(8)

11.7K 771 9
                                    

Claire~ 

Aku berlari semakin menjauh ke dalam hutan dan semakin lama semakin gelap. Kupaksa kakiku berlari walaupun paru-paruku sudah hampir kehabisan nafas, aku tidak tahu dimana aku berada. Kuputuskan untuk berhenti sebentar untuk mengatur nafasku, lalu terdengar samar suara teriakan seseorang memanggil namaku, Nick. Jantungku berdebar keras membayangkan Nick dengan kepalanya yang berdarah berlari dan berteriak mencariku. 'Damn, apa yang harus kulakukan? Berlari semakin jauh ke dalam hutan lalu tersesat atau berlari ke arah psikopat yang ingin menculikku?' Pilihan pertama terdengar lebih baik daripada terjebak bersama Nick. Kupaksa lagi kakiku berlari semakin jauh ke dalam hutan, setelah setengah jam berlari suara Nick tidak terdengar lagi. Hampir seluruh tubuhku terluka karena goresan ranting pohon, 'rasanya seperti de javu' pikirku. Seragam sekolahku sekarang sudah berantakan, rasa haus membuat tenggorokanku kering. Aku terus berlari hingga tiba-tiba aku sampai di bagian hutan yang lebih terang, padang bunga clover terhampar di depanku beberapa meter di depanku terdapat sebuah batu besar. 'Aku tahu tempat ini' kucoba untuk mengingatnya tapi tidak berhasil. Kucoba untuk terus berlari menyeberangi padang clover, lalu masuk ke dalam hutan yang gelap, lagi. Nafasku sudah terputus-putus, kakiku juga sudah mulai terasa sakit. 'Tapi aku tidak bisa berhenti sekarang' kakiku terus bergerak memaksa tubuhku menjaga keseimbangannya, aku tidak boleh berhenti. Lalu tiba-tiba sinar matahari yang terik bersinar beberapa meter di depanku, aku berhenti sejenak mataku mengerjap membiasakan diri dengan sinarnya yang terang. Jalanan, mataku memandang jalanan di depanku dan aku tahu jalan ini menuju kemana. Sesaat aku ingin melompat sambil berteriak, tapi tenagaku yang tinggal sedikit menahanku. Aku menarik nafas lalu menghembuskannya mencoba menstabilkan nafasku, lalu berjalan sambil setengah berlari ke ujung jalan, menuju rumahku. 

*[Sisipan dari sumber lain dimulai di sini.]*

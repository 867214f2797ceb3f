//! The demo-kit ribbon libraries are the characterisation of the demo kit.
//!
//! The check: characterise `libraries/devices/demo/demo.json` afresh (its
//! conductance tables, through `ribbonmap::device`) and require
//! `libraries/demo-kit-ribbon3.json`, `-ribbon3-nomaj` and `-ribbon2` to
//! equal the result, text for text. When the characterisation or the kit changes on purpose, run
//! `cargo run --example builtin_libraries` to regenerate the files.
//!
//! The cell sets and units are checked against the previous hand-typed
//! libraries kept in `tests/data/libraries/` (same names, same units).

use ribbonmap::device::demo_builtins::derived_builtin_texts;
use ribbonmap::library::Library;
use std::path::Path;

fn root() -> &'static Path {
    Path::new(env!("CARGO_MANIFEST_DIR"))
}

fn previous(name: &str) -> Library {
    let path = root()
        .join("tests/data/libraries")
        .join(format!("{name}-illustrative.json"));
    Library::load(&path).unwrap_or_else(|e| panic!("{}: {e}", path.display()))
}

/// The demo-kit library with the cells of built-in `name`.
fn derived(name: &str) -> Library {
    let path = root().join(format!("libraries/demo-kit-{name}.json"));
    Library::load(&path).unwrap_or_else(|e| panic!("{}: {e}", path.display()))
}

#[test]
fn demo_kit_libraries_equal_a_fresh_characterisation_of_the_demo_kit() {
    let derived = derived_builtin_texts(root()).expect("the demo kit characterises");
    assert_eq!(derived.len(), 3);
    for (name, text) in derived {
        let path = root().join(format!("libraries/demo-kit-{name}.json"));
        let on_disk =
            std::fs::read_to_string(&path).unwrap_or_else(|e| panic!("{}: {e}", path.display()));
        assert!(
            on_disk == text,
            "{} differs from the characterisation of the demo kit; \
             regenerate with `cargo run --example builtin_libraries`",
            path.display()
        );
        let loaded = Library::load(&path).expect("the derived library loads");
        assert!(Library::builtin(name).is_some(), "{name} is built in");
        assert_eq!(
            loaded.cells.len(),
            Library::builtin(name).unwrap().cells.len()
        );
    }
}

#[test]
fn derived_libraries_keep_the_previous_cell_names_and_units() {
    for name in ["ribbon3", "ribbon3-nomaj", "ribbon2"] {
        let now = derived(name);
        let before = previous(name);
        let names = |l: &Library| l.cells.iter().map(|c| c.name.clone()).collect::<Vec<_>>();
        assert_eq!(names(&now), names(&before), "{name}: cell names");
        assert_eq!(now.units, before.units, "{name}: units");
        assert_eq!(now.storage, before.storage, "{name}: storage cells");
        assert_eq!(now.supply_v, before.supply_v, "{name}: supply");
        for (a, b) in now.cells.iter().zip(&before.cells) {
            assert_eq!(
                (a.truth, &a.inputs),
                (b.truth, &b.inputs),
                "{name}/{}",
                a.name
            );
        }
    }
}

#[test]
fn subsets_carry_the_same_cells_as_ribbon3() {
    let full = derived("ribbon3");
    for name in ["ribbon3-nomaj", "ribbon2"] {
        let sub = derived(name);
        for cell in &sub.cells {
            assert_eq!(Some(cell), full.cell(&cell.name), "{name}/{}", cell.name);
        }
    }
    let two = derived("ribbon2");
    let small: Vec<_> = full.cells.iter().filter(|c| c.arity() <= 2).collect();
    assert_eq!(small.len(), two.cells.len());
}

Kubuka pintu rumahku lalu menutupnya setelah masuk, punggungku bersandar pada pintu. Rasa lega menyelimuti tubuhku hingga kurasakan sepasang mata yang sedang menatapku. Jantungku berdetak tidak teratur, kepalaku mendongak menatap sepasang mata berwarna hijau yang paling indah. Sesaat jantungku berhenti berdetak. Aku tidak tahu apa perasaan yang sedang kurasakaan, lega? Takut? Bahagia? ...Rindu? Sesuatu seperti meledak di dalam dadaku. Ia masih memandangku, mulutnya sedikit terbuka seakan ingin mengatakan sesuatu tapi tidak ada suara yang keluar. Jika aku mengira penampilanku saat ini sangat berantakan, di depanku ada yang lebih... berantakan. Rambut coklatnya benar-benar berantakan seakan-akan angin tornado baru melewati kepalanya, kedua kantong matanya berwarna agak kehitaman, sebuah luka goresan yang terletak di bawah mata kirinya masih menyisakan sedikit jejak darah, Ia mengenakan kemeja berwarna biru tua dengan bercak-bercak kehitaman yang membentuk pola cipratan. Walaupun terlihat sangat berantakan tapi cowok yang berdiri di seberangku ini... aku tidak bisa menjelaskannya. Ia memiliki pengaruh padaku, seperti magnet yang menarikku dengan kuat. Tiba-tiba ia berjalan mendekatiku lalu menarik tubuhku dalam pelukannya, memelukku erat. Dadaku dipenuhi oleh ledakan emosi yang tidak kuketahui asalnya, Ia mencium puncak rambutku lalu mengendurkan pelukannya sambil menarik nafasnya dalam-dalam. Pelukannya terasa sangat nyaman, tidak seperti Nick... Hell, bahkan Nick tidak bisa dibandingkan dengannya. Tiba-tiba aku ingat bahwa orang yang sedang memelukku ini adalah orang asing, "Um, kau... kau bukan psikopat juga kan?" Bisikku di pelukannya, tenagaku terlalu lemah untuk melepas pelukannya ataupun melawannya. Jauh di dalam diriku, aku tidak ingin orang ini melepas pelukannya. Lalu terdengar suara bergemuruh di dadanya diikuti oleh suara tawa yang berat, ia sedang tertawa.  

"Oh Claire, bagaimana aku bisa hidup tanpamu?" suaranya membuat tubuhku membeku, aku mengenal suaranya, aku mendengarnya di mimpi-mimpiku. Aku mengenalnya tapi tidak bisa mengingatnya, setiap aku berusaha mengingat sesuatu menghalangiku seakan-akan memblokirku. "Siapa kau?" tanyaku pelan sambil mendongakkan wajahku menatapnya. Ia membeku sejenak lalu matanya berkilat marah, "Si brengsek itu... Dia menghapus ingatanmu?" nada bicaranya berubah kasar, tapi ia masih memelukku dengan lembut. Aku memandangnya dengan bingung, "Apa?" tanyaku. 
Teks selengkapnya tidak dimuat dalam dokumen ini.